My experience is that the piston supplier doesn’t supply the bushing - the machine shop does (like magic) and with the pins in hand fits the pins after honing the bush. But as said, again my experience shows that they invariably hone the pistons so the pin easily fits without heating the piston.

My point was the pins should be VERY consistent in diameter, so they shouldn’t have to hone the small end bushings to match each pin, and then carefully keep them together as a matched pair.

Chances are, they’ll measure the pins, find them all within .0001-.0003 of each other, and then shoot for the same target on all 6 small end bushings.

All pins are fully floating in operation, unless antiques bolted in the rod eye.

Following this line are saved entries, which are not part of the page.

depth::OverburdenSpec ReadOverburden(const Field& f, const std::string& file, const depth::DepthTableSpec& t,
                                     std::vector<InputFile>& inputs, std::vector<std::string>& notes) {
  MapReader m(f.node, file, Quote(f.path), f.path);
  Field gradient = m.Get("gradient"), layers = m.Get("layers"), log = m.Get("log");
  m.Finish();
  const int given = (gradient ? 1 : 0) + (layers ? 1 : 0) + (log ? 1 : 0);
  if (given != 1)
    throw InputError(m.at(), Quote(f.path) + " needs exactly one of 'gradient', 'layers' or 'log' (" +
                                 std::to_string(given) + " given)");
  depth::OverburdenSpec o;
  const double rock_top = t.datum.RockTop();
  if (gradient) {
    o.kind = depth::OverburdenKind::kGradient;
    o.gradient = Positive(gradient, Quantity::kPressureGradient);
    o.source = "constant gradient " + gradient.Scalar() + " below the rock top";
    return o;
  }
  if (layers) {
    o.kind = depth::OverburdenKind::kLayers;
    layers.ExpectList();
    if (layers.node.size() == 0) throw InputError(layers.at, Quote(layers.path) + " is empty");
    for (size_t i = 0; i < layers.node.size(); ++i) {
      const std::string p = layers.path + "[" + std::to_string(i + 1) + "]";
      MapReader l(layers.node[i], file, Quote(p), p);
      Field base = l.Get("base"), density = l.Get("density");
      l.Finish();
      Require(base, l, p + ".base");
      Require(density, l, p + ".density");
      depth::DensityLayer x{Qty(base, Quantity::kLength), Density(density)};
      const double above = o.layers.empty() ? rock_top : o.layers.back().base;
      if (!(x.base > above))
        throw InputError(base.at, Quote(base.path) + " = " + base.Scalar() + " must be below " +
                                      (o.layers.empty() ? "the rock top (" : "the previous base (") + Metres(above) + ")");
      o.layers.push_back(x);
    }
    if (o.layers.back().base < t.base - 1e-9)
      throw InputError(layers.at, "the last layer base (" + Metres(o.layers.back().base) + ") is above the table base (" +
                                      Metres(t.base) + "): the layers must reach it");
    o.source = "density layers (" + std::to_string(o.layers.size()) + ") below the rock top";
    return o;
  }
  // Density log.
  MapReader l(log.node, file, Quote(log.path), log.path);
  Field lfile = l.Get("file"), curve = l.Get("curve"), offset = l.Get("index_offset"), survey = l.Get("survey"),
        correction = l.Get("correction_curve"), limit = l.Get("correction_limit"), fill = l.Get("fill_above"),
        range = l.Get("plausible_range"), outside = l.Get("outside_range");
  l.Finish();
  if (correction && !limit)
    throw InputError(correction.key_at, "'correction_curve' needs 'correction_limit' (e.g. 0.1 g/cc)");
  if (limit && !correction) throw InputError(limit.key_at, "'correction_limit' needs 'correction_curve'");
  if (!lfile) throw InputError(l.at(), "missing required key " + Quote(log.path + ".file") + " (the LAS file)");
  LogRef r = ReadLogRef(l, lfile, curve, offset, survey, file, inputs);
  depth::DensityLogSpec spec;
  spec.curve = r.curve;
  spec.index_offset = r.offset;
  spec.survey_md = r.md;
  spec.survey_tvd = r.tvd;
  spec.rock_top = rock_top;
  if (correction) {
    spec.correction_curve = correction.Scalar();
    spec.correction_limit = Positive(limit, Quantity::kDensity);
  }
  ReadPlausibleRange(range, outside, file, spec);
  if (fill) {
    fill.ExpectList();
    if (fill.node.size() == 0) throw InputError(fill.at, Quote(fill.path) + " is empty");
    depth::DensityTrend trend;
    std::string words;
    for (size_t i = 0; i < fill.node.size(); ++i) {
      const std::string p = fill.path + "[" + std::to_string(i + 1) + "]";
      MapReader pt(fill.node[i], file, Quote(p), p);
      Field d = pt.Get("depth"), rho = pt.Get("density");
      pt.Finish();
      Require(d, pt, p + ".depth");
      Require(rho, pt, p + ".density");
      const double z = Qty(d, Quantity::kLength);
      if (!trend.depth.empty() && !(z > trend.depth.back()))
        throw InputError(d.at, Quote(d.path) + " = " + d.Scalar() + " must be below the previous point");
      trend.depth.push_back(z);
      trend.density.push_back(Density(rho));
      words += (words.empty() ? "" : ", ") + rho.Scalar() + " at " + d.Scalar();
    }
    trend.description = "user fill trend " + words + (trend.depth.size() == 1 ? " (constant)" : " (linear between)");
    spec.fill_above = trend;
  }
  o.kind = depth::OverburdenKind::kDensityProfile;
  o.profile = depth::BuildDensityProfile(r.las, spec);
  if (o.profile.depth.empty() || o.profile.depth.back() < t.base - 1e-9)
    throw InputError(lfile.at, "density log " + Quote(r.name) + " ends at " +
                                   Metres(o.profile.depth.empty() ? rock_top : o.profile.depth.back()) +
                                   " below datum, above the table base " + Metres(t.base) +
                                   " (a log is never extrapolated)");
  o.source = "density log " + r.name + " curve " + r.curve + " (index offset " + offset.Scalar() + ")";
  notes.push_back("density log file: " + r.name);
  return o;
}

depth::PorePressureSpec ReadPorePressure(const Field& f, const std::string& file, const depth::DepthTableSpec& t,
                                         std::vector<InputFile>& inputs, std::vector<std::string>& warnings) {
  MapReader m(f.node, file, Quote(f.path), f.path);
  Field hydrostatic = m.Get("hydrostatic"), zero = m.Get("zero_depth"), table = m.Get("table"), log = m.Get("log");
  m.Finish();
  const int given = (hydrostatic ? 1 : 0) + (table ? 1 : 0) + (log ? 1 : 0);
  if (given != 1)
    throw InputError(m.at(), Quote(f.path) + " needs exactly one of 'hydrostatic', 'table' or 'log' (" +
                                 std::to_string(given) + " given; overpressure only from a table or log)");
  if (zero && !hydrostatic) throw InputError(zero.key_at, "'zero_depth' applies to 'hydrostatic' only");
  depth::PorePressureSpec p;
  if (hydrostatic) {
    p.kind = depth::PorePressureKind::kHydrostatic;
    p.gradient = Positive(hydrostatic, Quantity::kPressureGradient);
    p.zero_depth = zero ? Qty(zero, Quantity::kLength) : t.datum.SurfaceDepth();
    p.source = "hydrostatic " + hydrostatic.Scalar() + " from " +
               (zero ? zero.Scalar() : std::string(t.datum.water_depth > 0 ? "the sea surface" : "the surface")) +
               " below datum";
    return p;
  }
  auto check_cover = [&](const SourceLocation& at, const std::string& what) {
    if (p.depth.front() > t.top + 1e-9 || p.depth.back() < t.base - 1e-9)
      throw InputError(at, what + " covers " + Metres(p.depth.front()) + " to " + Metres(p.depth.back()) +
                               ", not the table's " + Metres(t.top) + " to " + Metres(t.base) +
                               " (pore pressure is never extrapolated)");
  };
  if (table) {
    p.kind = depth::PorePressureKind::kTable;
    table.ExpectList();
    if (table.node.size() < 2) throw InputError(table.at, Quote(table.path) + " needs at least 2 rows [depth, pressure]");
    for (size_t i = 0; i < table.node.size(); ++i) {
      const YAML::Node row = table.node[i];
      const SourceLocation at = Where(file, row.Mark());
      const std::string q = table.path + "[" + std::to_string(i + 1) + "]";
      if (!row.IsSequence() || row.size() != 2)
        throw InputError(at, Quote(q) + " must be a pair [depth, pressure] with units (e.g. [2000 m, 21 MPa])");
      const double z = QtyNode(row[0], file, q + ".depth", Quantity::kLength);
      const double pp = QtyNode(row[1], file, q + ".pressure", Quantity::kPressure);
      if (!p.depth.empty() && !(z > p.depth.back()))
        throw InputError(at, Quote(q) + ": depth " + Metres(z) + " must exceed the previous " + Metres(p.depth.back()));
      if (pp < 0) throw InputError(at, Quote(q) + ": pressure must be >= 0");
      p.depth.push_back(z);
      p.pressure.push_back(pp);
    }
    check_cover(table.at, Quote(table.path));
    p.source = "table";
    return p;
  }
  MapReader l(log.node, file, Quote(log.path), log.path);
  Field lfile = l.Get("file"), curve = l.Get("curve"), offset = l.Get("index_offset"), survey = l.Get("survey");
  l.Finish();
  if (!lfile) throw InputError(l.at(), "missing required key " + Quote(log.path + ".file") + " (the LAS file)");
  LogRef r = ReadLogRef(l, lfile, curve, offset, survey, file, inputs);
  const depth::CurveSeries s = depth::ExtractCurve(r.las, r.curve, r.offset, r.md, r.tvd);
  AddWarnings(warnings, s.warnings);
  std::string unit = s.unit;
  static const std::vector<std::pair<std::string, std::string>> kSpellings = {
      {"PSI", "psi"}, {"PSIA", "psi"}, {"KPA", "kPa"}, {"MPA", "MPa"}, {"PA", "Pa"}, {"BAR", "bar"}};
  std::optional<double> factor;
  std::string upper;
  for (char c : unit) upper += static_cast<char>(std::toupper(static_cast<unsigned char>(c)));
  for (const auto& [las_unit, ours] : kSpellings)
    if (upper == las_unit) factor = units::ToSiFactor(Quantity::kPressure, ours);
  if (!factor)
    throw InputError({r.path, s.line, 0}, "pore-pressure curve " + Quote(r.curve) + " has unit " + Quote(unit) +
                                              "; a pressure unit is needed (PSI, KPA, MPA, PA or BAR)");
  p.kind = depth::PorePressureKind::kProfile;
  p.depth = s.depth;
  for (double v : s.value) p.pressure.push_back(v * *factor);
  check_cover(lfile.at, "pore-pressure curve " + Quote(r.curve) + " of " + Quote(r.name));
  p.source = "log " + r.name + " curve " + r.curve;
  return p;
}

I prefer snug piston fit cold rather than easy. If it’s too easy cold it gets sloppy faster when hot.

The thing I’m anal about is circlip type and fitment. A wire circlip needs a round section groove and a bevelled pin to press it down securely under side thrust. A flat end pin needs stamped circlips in square grooves, installed sharp edge out.

Small Block Ford rods, some MGB rods, and many others have the pin thermally fitted into the small end of the rod.

That type of arrangement remains fixed in the small end of the rod during operation, as the thermal fit is the only retention mechanism for the pin, and it would crash into the cylinder walls otherwise.

To install, you stick the small end of the rod into a furnace, get it HOT, then stick the rod into the piston, and shove the pin home before the rod cools.